EXERCISE REQUIREMENTS: Find the line containing "const hours = tally.columns.backupHeatingW.filter((w)" in the data below, then output that line and each one after it exactly, with nothing else.

DATASET EXCERPTS:
....
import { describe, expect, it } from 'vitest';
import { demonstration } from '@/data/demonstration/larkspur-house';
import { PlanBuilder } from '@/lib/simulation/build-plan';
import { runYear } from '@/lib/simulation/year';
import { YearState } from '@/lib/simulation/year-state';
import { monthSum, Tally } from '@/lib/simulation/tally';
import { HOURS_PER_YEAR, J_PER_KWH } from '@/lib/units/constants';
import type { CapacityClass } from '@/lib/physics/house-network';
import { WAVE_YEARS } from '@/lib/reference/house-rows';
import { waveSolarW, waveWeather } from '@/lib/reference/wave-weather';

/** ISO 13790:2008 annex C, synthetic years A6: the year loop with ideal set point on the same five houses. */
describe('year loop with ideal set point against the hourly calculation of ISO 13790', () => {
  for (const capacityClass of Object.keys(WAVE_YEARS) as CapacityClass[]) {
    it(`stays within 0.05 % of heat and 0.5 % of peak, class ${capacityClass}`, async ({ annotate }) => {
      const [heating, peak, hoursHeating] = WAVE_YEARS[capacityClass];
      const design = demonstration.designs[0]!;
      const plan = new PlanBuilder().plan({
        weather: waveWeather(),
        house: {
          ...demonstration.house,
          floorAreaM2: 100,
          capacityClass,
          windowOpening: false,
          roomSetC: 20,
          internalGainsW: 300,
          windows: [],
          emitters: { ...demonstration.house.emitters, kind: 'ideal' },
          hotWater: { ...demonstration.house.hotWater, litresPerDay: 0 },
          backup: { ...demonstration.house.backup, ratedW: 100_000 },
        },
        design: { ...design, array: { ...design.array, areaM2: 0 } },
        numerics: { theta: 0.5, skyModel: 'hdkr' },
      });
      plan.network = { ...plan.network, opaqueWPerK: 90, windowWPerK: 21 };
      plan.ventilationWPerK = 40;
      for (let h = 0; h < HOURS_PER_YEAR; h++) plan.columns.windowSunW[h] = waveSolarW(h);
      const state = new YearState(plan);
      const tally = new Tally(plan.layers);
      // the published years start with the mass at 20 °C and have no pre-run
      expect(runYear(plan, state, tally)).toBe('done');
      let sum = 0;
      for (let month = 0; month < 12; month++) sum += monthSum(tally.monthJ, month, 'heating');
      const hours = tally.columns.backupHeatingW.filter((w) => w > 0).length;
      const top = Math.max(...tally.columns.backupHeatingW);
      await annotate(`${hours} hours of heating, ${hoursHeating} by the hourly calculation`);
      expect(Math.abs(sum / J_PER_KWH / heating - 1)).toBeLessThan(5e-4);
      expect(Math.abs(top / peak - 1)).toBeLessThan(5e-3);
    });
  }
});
....
ANSWER TO THE PROBLEM:
      const hours = tally.columns.backupHeatingW.filter((w) => w > 0).length;
      const top = Math.max(...tally.columns.backupHeatingW);
      await annotate(`${hours} hours of heating, ${hoursHeating} by the hourly calculation`);
      expect(Math.abs(sum / J_PER_KWH / heating - 1)).toBeLessThan(5e-4);
      expect(Math.abs(top / peak - 1)).toBeLessThan(5e-3);
    });
  }
});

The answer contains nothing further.